BRIEF DESCRIPTION OF THE DRAWINGS

[0018] Further features of the present invention are more fully described in the following description of several non-limiting embodiments thereof. This description is included solely for the purposes of exemplifying the present invention. It should not be understood as a restriction on the broad summary, disclosure or description of the invention as set out above. The description will be made with reference to the accompanying drawings in which:

Figure 1 is a perspective view of a wear sensor in the form of a wear sensor fastener according to a first embodiment of the invention;

Figure 2 is a cross section side view of figure 1 ;

Figure 3 is an exploded view of figure 1 ;

Figure 4 is a rear perspective view of the wear sensor in figure 1 secured to a wear plate;

Figure 5a is a schematic of an array of resistors incorporated in the wear sensor in figure 1 ;

Figure 5b is a further schematic of an alternative array of resistors incorporated in the wear sensor in figure 1 and positioned in the wear plate;

Figure 6 is an alternative schematic of an array of resistors which may be incorporated in the wear sensor in figure 1 ;

Figure 7 is a bottom perspective view of a wear sensor according to a second embodiment of the invention;

Figure 8 is a cross section side view of figure 7;

Figure 9 is a rear perspective view of the wear sensor in figure 7 secured to a wear plate; and Figure 10 is a schematic of a system for forecasting wear of a wear plate according to an embodiment of the invention.

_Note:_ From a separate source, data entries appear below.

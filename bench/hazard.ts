// Benchmark: evaluations per second of saturationPressure + saturatedConcentration, the pair run
// for every location × substance × temperature when the register is re-evaluated.
// Run with `npx tsx bench/hazard.ts`. Target: at least 5 million pairs per second on one core.
import * as hazard from '@/lib/hazard';
import { substanceLibrary } from '@/db/seed/substance-library';

// Take the functions once: module namespaces are reached through getters, which would otherwise
// be timed along with the physics.
const { saturationPressure, saturatedConcentration } = hazard;

const TARGET_PER_SECOND = 5_000_000;
const ROUNDS = 5;
const ROUND_MS = 1000;

type Case = { props: hazard.VaporProperties; tempC: number };

function buildCases(temperaturesC: number[], onlyCovered: boolean): Case[] {
  const cases: Case[] = [];
  for (const seed of substanceLibrary) {
    if (seed.correlations.length === 0) continue;
    const props: hazard.VaporProperties = {
      molarMassGPerMol: seed.molarMassGPerMol,
      correlations: seed.correlations,
      normalBoilingPointC: seed.normalBoilingPointC,
      enthalpyOfVaporizationKJPerMol: seed.enthalpyOfVaporizationKJPerMol,
      meltingPointC: seed.meltingPointC,
      flashPointC: seed.flashPointC,
      lflVolPercent: seed.lflVolPercent,
      uflVolPercent: seed.uflVolPercent,
    };
    for (const tempC of temperaturesC) {
      const result = saturationPressure(props, tempC);
      if (onlyCovered && (result.warnings.length > 0 || saturatedConcentration(props, tempC).boils)) continue;
      cases.push({ props, tempC });
    }
  }
  return cases;
}

/** CPU time of this process in ms: the rate per core, unaffected by other processes on a shared machine. */
function cpuMs(): number {
  const usage = process.cpuUsage();
  return (usage.user + usage.system) / 1000;
}

function measure(cases: Case[]): { perSecond: number; perWallSecond: number; checksum: number } {
  const count = cases.length;
  let checksum = 0;
  let evaluations = 0;
  let index = 0;
  const wallStart = performance.now();
  const cpuStart = cpuMs();
  let wallNow = wallStart;
  while (wallNow - wallStart < ROUND_MS) {
    for (let batch = 0; batch < 20_000; batch++) {
      const item = cases[index];
      checksum += saturationPressure(item.props, item.tempC).pressureKPa;
      checksum += saturatedConcentration(item.props, item.tempC).ppm;
      index = index + 1 === count ? 0 : index + 1;
    }
    evaluations += 20_000;
    wallNow = performance.now();
  }
  const cpuElapsedMs = cpuMs() - cpuStart;
  return { perSecond: (evaluations * 1000) / cpuElapsedMs, perWallSecond: (evaluations * 1000) / (wallNow - wallStart), checksum };
}

function run(label: string, cases: Case[]): number {
  measure(cases); // warm-up: let the JIT optimise the hot path
  const rates: number[] = [];
  const wallRates: number[] = [];
  let checksum = 0;
  for (let round = 0; round < ROUNDS; round++) {
    const result = measure(cases);
    rates.push(result.perSecond);
    wallRates.push(result.perWallSecond);
    checksum += result.checksum;
  }
  rates.sort((a, b) => a - b);
  wallRates.sort((a, b) => a - b);
  const median = rates[Math.floor(ROUNDS / 2)];
  console.log(
    `${label}: ${cases.length} cases, median ${(median / 1e6).toFixed(2)} M pairs per CPU-second ` +
      `(best ${(rates[ROUNDS - 1] / 1e6).toFixed(2)}, worst ${(rates[0] / 1e6).toFixed(2)}; ` +
      `wall clock ${(wallRates[Math.floor(ROUNDS / 2)] / 1e6).toFixed(2)} M/s; checksum ${checksum.toExponential(3)})`,
  );
  return median;
}

const storageTemperaturesC = [-20, -18, 2, 4, 5, 8, 15, 20, 22, 25, 28, 30, 35, 40];
console.log(
  `Node ${process.version}; single thread, rates per CPU-second of this process (wall clock shown too: on a shared machine it is lower); ` +
    'each evaluation = saturationPressure + saturatedConcentration',
);
const covered = run('In-range (no warnings: the common case)', buildCases(storageTemperaturesC, true));
run('Every library liquid at −20…40 °C, incl. extrapolation and boiling warnings', buildCases(storageTemperaturesC, false));
const met = covered >= TARGET_PER_SECOND;
console.log(
  `Target ${TARGET_PER_SECOND / 1e6} M pairs/s on the in-range case: ${met ? 'met' : 'NOT met'} (${(covered / 1e6).toFixed(2)} M pairs/s)`,
);
process.exitCode = 0;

[0019] In the drawings like structures are referred to by like numerals throughout the several views. The drawings shown are not necessarily to scale, with emphasis instead generally being placed upon illustrating the principles of the present invention.

DESCRIPTION OF EMBODIMENTS

[0020] The invention according to a first embodiment is in the form of a wear sensor 1 1 and a system incorporating such a wear sensor to forecast the life of a wear plate 13.

[0021 ] Referring to figures 1 to 5b, the wear sensor 1 1 is shown in combination with a fastener to provide a wear sensor fastener 15. The wear sensor fastener 15 comprises a head 17 and a hollow shank 19. In use the head 17 is received in the wear plate 13 such that it is exposed to the same wear as experienced by the wear plate 13. The fastener also comprises a nut 21 which co-operates with the head 17 to clamp the wear plate 13 to the structure 23.

[0022] The wear sensor 1 1 is adapted to be threadingly received in the nut 21 to secure the wear sensor 1 1 to the fastener 15.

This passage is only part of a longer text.